Description of the task ->
In the data below, which lines hold the word "number"? Copy them.
=== Section Start ===
What lives here: COBS (Cheshire and Baker, 1999) written out by hand, the CRC,
message encoding and decoding to and from the `drivers.base` records, an
incremental `FrameDecoder` that never raises on garbage, a `SeqTracker` for
gaps and duplicates, and `CommandGuard`, the device-side command-timeout logic
a simulated device can reuse. What does not: any transport (see
`drivers.serial_link`), any control logic.
"""

from __future__ import annotations

import binascii
import math
from collections.abc import Iterable
from dataclasses import dataclass
from typing import SupportsFloat

import msgpack

from drivers.base import (
    FLAG_OUTPUTS_ON,
    FLAG_STOP,
    STATUS_COMMAND_TIMEOUT,
    STATUS_OK,
    STATUS_OUTPUTS_OFF,
    STATUS_SATURATED,
    Command,
    Hello,
    LinkStats,
    Sample,
)

STATUS_DEVICE_BASE_BIT = 8
"""Status bit of the first device-declared status flag (hello ``status_flags``)."""

MAX_STATUS_FLAGS = 24
"""Most status flags a hello may declare (bits 8..31)."""

PROTOCOL_VERSION = 2
"""Wire protocol version carried in every hello. Bumped on any incompatible change.

v2 added the session token (a trailing element of hello and command): a device obeys
commands only from the host session that completed the hello handshake."""

KIND_HELLO = 0
KIND_SAMPLE = 1
KIND_COMMAND = 2
KIND_HEARTBEAT = 3
KIND_FAULT = 4
KIND_STOP = 5
KIND_NAMES = {
    KIND_HELLO: "hello",
    KIND_SAMPLE: "sample",
    KIND_COMMAND: "command",
    KIND_HEARTBEAT: "heartbeat",
    KIND_FAULT: "fault",
    KIND_STOP: "stop",
}
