def plan_sample(
    codebook: Codebook,
    *,
    pilot: Pilot | None = None,
    smallest_share: float | None = None,
    alpha_min: float | None = None,
    significance: float = 0.05,
    half_width: float = 0.05,
    replicates: int = 1000,
    seed: int = 20261202,
    variables: Sequence[str] | None = None,
    progress: Callable[[int, int], None] | None = None,
) -> SamplePlan:
    """The reliability sample's size per variable and for the study.

    Parameters
    ----------
    codebook
        Defines the variables, their levels, categories and thresholds.
    pilot
        Codings of a pilot (:func:`coderel.protocol.pilot.pilot_from_codings`): category shares
        for p_c and the precision plan.
    smallest_share
        p_c for every categorical variable; overrides the pilot and the codebook.
    alpha_min
        The smallest acceptable alpha for every variable; overrides the codebook's thresholds.
    significance
        One-tailed significance of the minimum-sample formula: .10, .05, .01 or .005.
    half_width
        The precision plan's target: expected half-width of alpha's 95% interval.
    replicates, seed
        The precision plan's bootstrap.
    variables
        Only these variables (all when ``None``).
    """
    if significance not in SIGNIFICANCE_LEVELS:
        raise UsageError(
            "the significance must be one of "
            + ", ".join(f"{s:g}" for s in SIGNIFICANCE_LEVELS)
            + f" (Krippendorff's table), not {significance:g}"
        )
    if alpha_min is not None:
        check_alpha_min(alpha_min)
    if smallest_share is not None:
        check_share(smallest_share)
    if not 0 < half_width < 1:
        raise UsageError(f"the half-width must lie between 0 and 1 (e.g. 0.05), not {half_width}")
    if isinstance(replicates, bool) or not isinstance(replicates, int) or replicates < 100:
        raise UsageError(f"the precision plan needs 100 or more replicates, not {replicates!r}")
    chosen = [v for v in codebook.variables if variables is None or v.name in variables]
    precision: dict[str, Any] = {}
    if pilot is not None:
        pvs = [pilot.variables[v.name] for v in chosen]
        results = precision_plans(
            pvs,
            target=half_width,
            replicates=replicates,
            seed=seed,
            progress=progress,
        )
        precision = {pv.variable.name: r for pv, r in zip(pvs, results, strict=True)}
    rows = [
        _variable_plan(
            codebook, var, pilot, precision.get(var.name), smallest_share, alpha_min, significance
        )
        for var in chosen
    ]
    notes = []
    if pilot is not None and pilot.multi_coded_units < MIN_PILOT_UNITS:
        notes.append(
            f"the pilot has {pilot.multi_coded_units} units coded by two or more coders: too few "
            f"to trust its category shares or interval widths (at least {MIN_PILOT_UNITS} is "
            "common practice, no source); treat every pilot-based figure as rough"
        )
    if any(r.n_minimum is not None for r in rows):
        notes.append(
            "N grows with the number of categories that must be represented: the rarer the least "
            "frequent category that must show up, the larger the sample"
        )
    if pilot is not None and pilot.coders and len(pilot.coders) != 2:
        notes.append(
            f"the pilot has {len(pilot.coders)} coders; the minimum-sample formula is for two "
            "coders, the precision plan uses all of them"
        )
    return SamplePlan(
        tuple(rows),
        significance,
        half_width if pilot is not None else None,
        replicates,
        seed,
        pilot.multi_coded_units if pilot is not None else None,
        pilot.coders if pilot is not None else (),
        tuple(notes),
    )


def _variable_plan(
    codebook: Codebook,
    var: Variable,
    pilot: Pilot | None,
    precision: Any,
    smallest_share: float | None,
    alpha_min: float | None,
    significance: float,
) -> VariablePlan:
    notes: list[str] = []
    pv = pilot.variables[var.name] if pilot is not None else None
    a_min, a_source = _alpha_min(codebook, var, alpha_min)
    share: float | None = None
    source: str | None = None
    smallest: Any = None
    n_min: int | None = None
    k = len(var.categories)
    if var.is_categorical:
        if smallest_share is not None:
            share, source = smallest_share, SOURCE_GIVEN
            if k >= 2 and smallest_share > 1.0 / k + 1e-12:
                notes.append(
                    f"p_c = {smallest_share:g} exceeds 1/{k}: not all {k} categories can be that "
                    "frequent, so this N assumes the rarest ones need not be represented"
                )
        elif pv is not None:
            share, smallest, unused = _pilot_share(pv)
            if unused:
                notes.append(
                    "never used in the pilot: "
                    + ", ".join(_display(var, c) for c in unused)
                    + "; the pilot cannot say how rare they are - if they must be represented, "
                    "give --smallest-share"
                )
            if share is not None:
                source = SOURCE_PILOT
                smallest = _display(var, smallest)
            else:
                notes.append("fewer than two categories used in the pilot: p_c from the codebook")
        if share is None and k >= 2:
            share, source = 1.0 / k, SOURCE_CODEBOOK
        if share is not None:
            n_min = minimum_units(a_min, share, significance)
        if var.multiple:
            notes.append(
                "multi-select: the formula is for single-choice data (p_c from a pilot is the "
                "share of the least used code among all codes chosen); treat N as a guide"
            )
        if var.applies_when is not None:
            notes.append(
                f"N counts units where the variable applies ({var.applies_when.variable} "
                "includes " + ", ".join(map(str, var.applies_when.includes)) + "); draw more "
                "units so that enough of them qualify"
            )
    else:
        notes.append(
            "interval or ratio: the minimum-sample formula is for categories; "
            + ("see the precision plan" if pv is not None else "give --pilot for a precision plan")
        )
    n_prec = None
    curve: tuple[tuple[int, float | None], ...] = ()
    pilot_alpha = None
    pilot_units = None
    if precision is not None and pv is not None:
        n_prec, curve, pilot_alpha = precision.n, precision.curve, precision.pilot_alpha
        pilot_units = pv.pairable_units
        if MIN_PILOT_UNITS_FOR_PRECISION <= pv.pairable_units < MIN_PILOT_UNITS:
            notes.append(
                f"only {pv.pairable_units} pilot units with two or more values: the precision "
                "plan is rough"
            )
        if pv.pairable_units < MIN_PILOT_UNITS_FOR_PRECISION:
            notes.append(
                f"fewer than {MIN_PILOT_UNITS_FOR_PRECISION} pilot units with two or more values: "
                "no precision plan"
            )
        elif pilot_alpha is not None and pilot_alpha >= 1.0 - 1e-12:
            notes.append(
                "the pilot's coders agreed on every unit: every resample agrees too, so the "
                "bootstrap cannot show how wide the interval will be; no precision plan"
            )
        elif pilot_alpha is not None and pilot_alpha < codebook.thresholds_for(var.name).tentative:
            notes.append(
                f"alpha in the pilot is {pilot_alpha:.3f}, below the tentative threshold "
                f"{codebook.thresholds_for(var.name).tentative:.3f}: more units only narrow the "
                "interval around a low value - revise the codebook or train the coders first"
            )
        if (
            n_prec is None
            and pv.pairable_units >= MIN_PILOT_UNITS_FOR_PRECISION
            and not (pilot_alpha is not None and pilot_alpha >= 1.0 - 1e-12)
        ):
            notes.append(
                f"even {CANDIDATE_SIZES[-1]:,} units do not bring the expected half-width to "
                f"{precision.target:g} (or alpha is mostly undefined in resamples of the pilot)"
            )
    return VariablePlan(
        variable=var.name,
        level=var.level + (" (multi-select)" if var.multiple else ""),
        categories=k,
        alpha_min=a_min if n_min is not None else None,
        alpha_min_source=a_source if n_min is not None else None,
        smallest_share=share,
        share_source=source,
        smallest_category=smallest,
        n_minimum=n_min,
        n_precision=n_prec,
        pilot_units=pilot_units,
        pilot_alpha=pilot_alpha,
        curve=curve,
        notes=tuple(notes),
    )
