@dataclass
class Report:
    """The true coding of one report and the facts its narrative states."""

    report_id: str
    species: int
    behaviour: int
    distance: int
    distance_stated: bool
    severity: int
    time_of_day: str
    group_size: int
    temperature: int | None
    fahrenheit: bool
    food: int
    actions: tuple[int, ...]
    spray: int | None
    narrative: str = ""

    def values(self) -> dict[str, object]:
        """The true codes, in the sheet's form (multi-select as ``"1;3"``)."""
        return {
            "species": self.species,
            "behaviour": self.behaviour,
            "visitor_distance_m": self.distance,
            "severity": self.severity,
            "time_of_day": self.time_of_day,
            "visitor_group_size": self.group_size,
            "temperature_c": 99 if self.temperature is None else self.temperature,
            "food_present": self.food,
            "actions": join_codes(self.actions),
            "spray_worked": self.spray,
        }


def join_codes(codes: tuple[int, ...]) -> object:
    """A multi-select cell: one code stays a number (as a spreadsheet stores it), several a text."""
    if not codes:
        return None
    if len(codes) == 1:
        return codes[0]
    return ";".join(str(c) for c in sorted(codes))


def choice(rng: np.random.Generator, options: tuple | list) -> object:
    return options[int(rng.integers(len(options)))]
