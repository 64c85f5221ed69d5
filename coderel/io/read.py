"""Reading coders' sheets into the long table :class:`coderel.codings.Codings`.

Accepted inputs (files, or folders whose ``.xlsx``, ``.csv`` and ``.parquet`` files are read in
name order, skipping hidden files and ``~$`` lock files):

* **wide sheets**: one row per unit, one column per variable, plus the codebook's unit column and
  its text columns, as ``.xlsx``, ``.csv`` or ``.parquet``. The coder is the file's stem; or, in a
  workbook with several non-empty sheets, each sheet's name; or a ``coder`` column;
* **long tables** whose header is exactly ``unit, coder, variable, value``, optionally with a fifth
  column ``occasion`` for a coder's second coding (test-retest; :mod:`coderel.io.occasions`)
  and/or a column ``round`` (rounds of the coding protocol; :mod:`coderel.io.rounds`).

Every cell goes through :func:`coderel.normalise.normalise_cell`; every problem is collected with
its file, sheet, cell, unit, coder and variable, never raised, and an invalid cell gets the value
``None`` so that no statistic sees it. A file that must not be read (legacy or encrypted workbook,
damaged or oversized archive) becomes an ``input-refused`` problem and the other files are still
read. Skip logic (``applies_when``) is checked both ways once all files are read, and units coded by
only some coders are reported as ``partial-unit`` warnings. Input files are only ever opened for
reading.
"""

from __future__ import annotations

import datetime as dt
import difflib
import functools
import re
from collections.abc import Callable, Iterable, Sequence
from dataclasses import dataclass, field
from os import PathLike
from pathlib import Path
from typing import Any

import numpy as np
import pandas as pd
from openpyxl.utils import get_column_letter, range_boundaries

from coderel.codebook import Code, Codebook, Variable
from coderel.codings import TEXT_COLUMNS, Codings, SourceFile, applicability
from coderel.errors import InputRefused, UsageError
from coderel.io.archive import (
    DEFAULT_LIMITS,
    OLE2_MAGIC,
    SUPPORTED,
    Limits,
    check_parquet,
    check_text,
    describe_ole2,
    shown_name,
    text_name,
)
from coderel.io.atomic import sha256_file
from coderel.io.coverage import coder_key, drop_uncoded, warn_alike_coders
from coderel.io.long_parts import merge_long_parts
from coderel.io.occasions import OCCASION_COLUMN, split_occasions, tag_occasions
from coderel.io.rounds import is_round_table, tag_rounds
from coderel.io.safe_text import restore
from coderel.io.text_tables import RawRow, RawTable, read_csv, read_parquet
from coderel.normalise import (
    CellError,
    Finding,
    FormulaNoValue,
    Normalised,
    normalise_cell,
    quote,
)
from coderel.problems import Problems

DATA_SUFFIXES: tuple[str, ...] = (".xlsx", ".csv", ".parquet")
#: Files that look like coding data coderel cannot read: inside a folder they are refused
#: (exit 3) rather than skipped, so that no coder goes missing without a word.
UNREAD_SUFFIXES: tuple[str, ...] = (".xls", ".xlsm", ".xlsb", ".ods")
LONG_HEADER: tuple[str, ...] = ("unit", "coder", "variable", "value")
CODER_COLUMN = "coder"
RECORD_COLUMNS = [
    *("unit", "coder", "variable", "value", "missing", "file", "sheet", "cell"),
    *("_line", "_invalid"),
]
=== Section End ===
Finished exercise ->
            "N grows with the number of categories that must be represented: the rarer the least "
    """A multi-select cell: one code stays a number (as a spreadsheet stores it), several a text."""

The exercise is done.